NEW YORK (AP) — It began with an intriguing premise for a musical: What would it have been like to be a fledgling playwright making a living at the same time as William Shakespeare?
The result is "Something Rotten!" and all it took to get to Broadway was that original idea plus 40-odd songs, endless rewriting, a brief scare from an Oscar-winning movie, some top-notch actors and some two decades.
"It's easy," joked Karey Kirkpatrick, who co-wrote the songs with his brother, Wayne, and co-wrote the story with John O'Farrell, all of whom are making their Broadway debuts this month. "A piece of cake."
The comedy is set during the Renaissance and portrays Shakespeare as an arrogant, rock star playwright. Two brothers desperate to write a hit show in his shadow stumble on the notion of writing the world's first musical.
Karey and Wayne Kirkpatrick dreamed up the initial idea in the mid-1990s. They'd both adored musical theater growing up in Baton Rouge, Louisiana, before carving out their own careers.
Wayne Kirkpatrick is a Grammy Award-winning songwriter of such tunes as "Change the World" for Eric Clapton and "Wrapped Up In You" by Garth Brooks. His brother is a screenwriter who helped write such films as "Chicken Run," ''James and the Giant Peach" and "Over the Hedge."
A musical set in 1595 England was an idea they kicked around whenever the brothers got together. Some of their original jokes included having playwrights back then represented by William & Morris and the law firm of Rosen, Crantz and Guildenstern.
"We would go, 'That would be funny. We should write that someday,'" said Karey Kirkpatrick. "Then we would go back to our own careers. And then we'd get back together and go, 'Hey, I thought of something else. What if ...'"
"That went on for about 15 years," Wayne Kirkpatrick said.
O'Farrell, a British author and commentator known for the books "The Man Who Forgot His Wife" and "The Best a Man Can Get," joined the effort after he and Karey Kirkpatrick bonded while working on "Chicken Run."
"His books have just the right amount of humor and heart. So I knew the sensibilities would align," said Karey Kirkpatrick. He told his brother: "You'll like John. He's one of us."

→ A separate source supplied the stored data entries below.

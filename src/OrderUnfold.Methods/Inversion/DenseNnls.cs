namespace OrderUnfold.Inversion;

/// <summary>Normal equations that can give their diagonal cheaply (used as a Jacobi preconditioner).</summary>
public interface INormalDiagonal
{
    /// <summary>G[j, j], penalties included.</summary>
    double Diagonal(int j);
}

/// <summary>Normal equations with a cheap approximate inverse z ≈ G⁻¹ r (symmetric positive definite), used to
/// precondition the conjugate gradients.</summary>
public interface INormalPreconditioner
{
    /// <summary>z = P r for a full-length r (entries outside the current face are zero in r and ignored in z).</summary>
    void Precondition(ReadOnlySpan<double> r, Span<double> z);
}

/// <summary>A preconditioner whose columns P e_j come cheaper than a general application.</summary>
public interface INormalPreconditionerColumns
{
    /// <summary>z = P e_j (full length).</summary>
    void Column(int j, Span<double> z);
}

Work on the show was fitful and then threatened by the release of "Shakespeare in Love," the 1998 film with Gwyneth Paltrow that portrayed a young Shakespeare stealing many of his best lines. The fledgling musical writers decided to keep going, mindful that any overlap would have to be cut.
In 2010, Karey Kirkpatrick got in touch with an old pal, Kevin McCollum, a Tony-winning producer whose Broadway credits include "The Drowsy Chaperone" and "Rent." (They had both worked at Disneyland years ago). Kirkpatrick wanted to know how to pitch a musical. McCollum told him "Avenue Q," one of his hits, began as just an idea and three songs when it was first introduced.
At a pitch meeting later that year, the brothers, after dinner with McCollum in which they explained their idea, sat down with him in Karey Kirkpatrick's 10-foot-by-10-foot Los Angeles studio and played him five songs and handed him a treatment.
"He went away and read and came back and said, 'I think you've got something here,'" said Karey Kirkpatrick. O'Farrell added: "It happened to be the producer who is the most open to new ideas and the greatest developer of new material. We got incredibly lucky."
Work on the musical began in earnest in February 2011 when all three men spent a week in an apartment in New York hammering out the story.
Things went even faster when McCollum asked Tony-winning director and choreographer Casey Nicholaw to weigh in. He, in turn, reached out to top-notch talent.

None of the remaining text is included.